• [TASK GOAL]
The whole listing must be printed again without any alteration.
[[ SOURCE DATA open ]]
import { useId, type ReactNode } from 'react';
import { Link } from 'react-router';
import type { TrendSeason } from '@shared/schemas/trends';
import { seasonLabel } from '../lib/trend-words';

/**
 * One trend: its title, the chart named by the one sentence that reads it (also its caption),
 * and the same figures as a table, each linking to the trees behind it.
 */
export function TrendFigure({
  title,
  sentence,
  chart,
  table,
}: {
  title: string;
  sentence: string;
  chart: ReactNode;
  table: ReactNode;
}) {
  const id = useId();
  return (
    <section
      aria-labelledby={id}
      className="min-w-0 rounded border border-rule px-3 py-3 print:break-inside-avoid"
    >
      <h3 id={id} className="font-bold">
        {title}
      </h3>
      <figure className="mt-2">
        <div role="img" aria-label={sentence} className="h-56 w-full">
          {chart}
        </div>
        <figcaption className="mt-2 text-sm">{sentence}.</figcaption>
      </figure>
      <details className="mt-2 text-sm">
        <summary className="inline-flex min-h-11 cursor-pointer items-center underline underline-offset-4 md:min-h-0 print:hidden">
          The figures as a table
        </summary>
        {table}
      </details>
    </section>
  );
}

export interface TrendColumn {
  key: string;
  header: string;
  cell: (item: TrendSeason) => ReactNode;
}

/** The trend's figures, a season a row; the chart's text alternative. */
export function TrendTable({
  label,
  items,
  columns,
}: {
  label: string;
  items: readonly TrendSeason[];
  columns: readonly TrendColumn[];
}) {
  return (
    <div className="mt-2 overflow-x-auto">
      <table aria-label={label} className="w-full border-collapse text-left tabular-nums">
        <thead>
          <tr className="border-b-2 border-ink/70">
            <th scope="col" className="whitespace-nowrap px-2 py-1">
              Season
            </th>
            {columns.map((c) => (
              <th key={c.key} scope="col" className="px-2 py-1 text-right">
                {c.header}
              </th>
            ))}
          </tr>
        </thead>
        <tbody>
          {items.map((item) => (
            <tr key={item.season} className="border-b border-rule">
              <th scope="row" className="whitespace-nowrap px-2 py-1 font-normal">
                {seasonLabel(item)}
              </th>
              {columns.map((c) => (
                <td key={c.key} className="whitespace-nowrap px-2 py-1 text-right">
                  {c.cell(item)}
                </td>
              ))}
            </tr>
          ))}
        </tbody>
      </table>
    </div>
  );
}

/** A figure in a trend table, leading to the plan or tree list it counts. */
export function FigureLink({ to, children }: { to: string; children: ReactNode }) {
  return (
    <Link to={to} className="underline decoration-rule underline-offset-4 hover:decoration-ink">
      {children}
    </Link>
  );
}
[[ SOURCE DATA closed ]]
• [RESPONSE FOR THIS EXERCISE]
import { useId, type ReactNode } from 'react';
import { Link } from 'react-router';
import type { TrendSeason } from '@shared/schemas/trends';
import { seasonLabel } from '../lib/trend-words';

/**
 * One trend: its title, the chart named by the one sentence that reads it (also its caption),
 * and the same figures as a table, each linking to the trees behind it.
 */
export function TrendFigure({
  title,
  sentence,
  chart,
  table,
}: {
  title: string;
  sentence: string;
  chart: ReactNode;
  table: ReactNode;
}) {
  const id = useId();
  return (
    <section
      aria-labelledby={id}
      className="min-w-0 rounded border border-rule px-3 py-3 print:break-inside-avoid"
    >
      <h3 id={id} className="font-bold">
        {title}
      </h3>
      <figure className="mt-2">
        <div role="img" aria-label={sentence} className="h-56 w-full">
          {chart}
        </div>
        <figcaption className="mt-2 text-sm">{sentence}.</figcaption>
      </figure>
      <details className="mt-2 text-sm">
        <summary className="inline-flex min-h-11 cursor-pointer items-center underline underline-offset-4 md:min-h-0 print:hidden">
          The figures as a table
        </summary>
        {table}
      </details>
    </section>
  );
}

export interface TrendColumn {
  key: string;
  header: string;
  cell: (item: TrendSeason) => ReactNode;
}

/** The trend's figures, a season a row; the chart's text alternative. */
export function TrendTable({
  label,
  items,
  columns,
}: {
  label: string;
  items: readonly TrendSeason[];
  columns: readonly TrendColumn[];
}) {
  return (
    <div className="mt-2 overflow-x-auto">
      <table aria-label={label} className="w-full border-collapse text-left tabular-nums">
        <thead>
          <tr className="border-b-2 border-ink/70">
            <th scope="col" className="whitespace-nowrap px-2 py-1">
              Season
            </th>
            {columns.map((c) => (
              <th key={c.key} scope="col" className="px-2 py-1 text-right">
                {c.header}
              </th>
            ))}
          </tr>
        </thead>
        <tbody>
          {items.map((item) => (
            <tr key={item.season} className="border-b border-rule">
              <th scope="row" className="whitespace-nowrap px-2 py-1 font-normal">
                {seasonLabel(item)}
              </th>
              {columns.map((c) => (
                <td key={c.key} className="whitespace-nowrap px-2 py-1 text-right">
                  {c.cell(item)}
                </td>
              ))}
            </tr>
          ))}
        </tbody>
      </table>
    </div>
  );
}

/** A figure in a trend table, leading to the plan or tree list it counts. */
export function FigureLink({ to, children }: { to: string; children: ReactNode }) {
  return (
    <Link to={to} className="underline decoration-rule underline-offset-4 hover:decoration-ink">
      {children}
    </Link>
  );
}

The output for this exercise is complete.